EXCERPTED DATA section start

//! Diagnostics for a terminal, by ariadne.

use ariadne::{Cache, Color, Config, IndexType, Label, Report, ReportKind, Source};
use pintle::Compilation;
use pintle_text::{Place, Severity};
use std::collections::BTreeMap;
use std::fmt::{Debug, Display};

type Span = (String, std::ops::Range<usize>);

/// One source a file, made when first needed.
struct Files {
    sources: BTreeMap<String, Source>,
    empty: Source,
}

impl Cache<String> for Files {
    type Storage = String;

    fn fetch(&mut self, id: &String) -> Result<&Source, impl Debug> {
        Ok::<_, String>(self.sources.get(id).unwrap_or(&self.empty))
    }

    fn display<'a>(&self, id: &'a String) -> Option<impl Display + 'a> {
        Some(id.clone())
    }
}

/// All diagnostics, in order.
pub fn render(compilation: &Compilation, colour: bool) -> String {
    let sources = &compilation.sources;
    let mut files = Files { sources: BTreeMap::new(), empty: Source::from(String::new()) };
    if !compilation.diagnostics.is_empty() {
        for file in sources.files() {
            files.sources.insert(file.path.clone(), Source::from(file.text.to_string()));
        }
    }
    let span = |place: Place| -> Span {
        let span = sources.span(place);
        (sources.location(place).source.to_string(), span.range())
    };
    let mut out = String::new();
    for diagnostic in &compilation.diagnostics {
        let (kind, paint) = match diagnostic.severity() {
            Severity::Error => (ReportKind::Error, Color::Red),
            Severity::Warning => (ReportKind::Warning, Color::Yellow),
            Severity::Hint => (ReportKind::Advice, Color::Cyan),
        };
        let note = if diagnostic.note.is_empty() { diagnostic.code.summary } else { diagnostic.note.as_str() };
        let mut report = Report::build(kind, span(diagnostic.place))
            // Spans are bytes; the default counts characters.
            .with_config(Config::default().with_index_type(IndexType::Byte).with_color(colour))
            .with_code(diagnostic.code.name)
            .with_message(&diagnostic.message)
            .with_label(Label::new(span(diagnostic.place)).with_message(note).with_color(paint));
        for label in &diagnostic.labels {
            report =
                report.with_label(Label::new(span(label.place)).with_message(&label.message).with_color(Color::Blue));
        }
        if let Some(help) = &diagnostic.help {
            report = report.with_help(help);
        }
        let mut bytes = Vec::new();
        match report.finish().write(&mut files, &mut bytes) {
            Ok(()) => out.push_str(&String::from_utf8_lossy(&bytes)),
            Err(_) => {
                let place = sources.location(diagnostic.place);
                out.push_str(&format!("{}:{}:{}: {}\n", place.source, place.line, place.column, diagnostic.message));
            }
        }
        out.push('\n');
    }
    out
}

EXCERPTED DATA section end

--- TASK DETAILS ---
Give the number of lines in the material above that contain the word "IndexType", and add nothing.

--- RESULT BELOW ---
2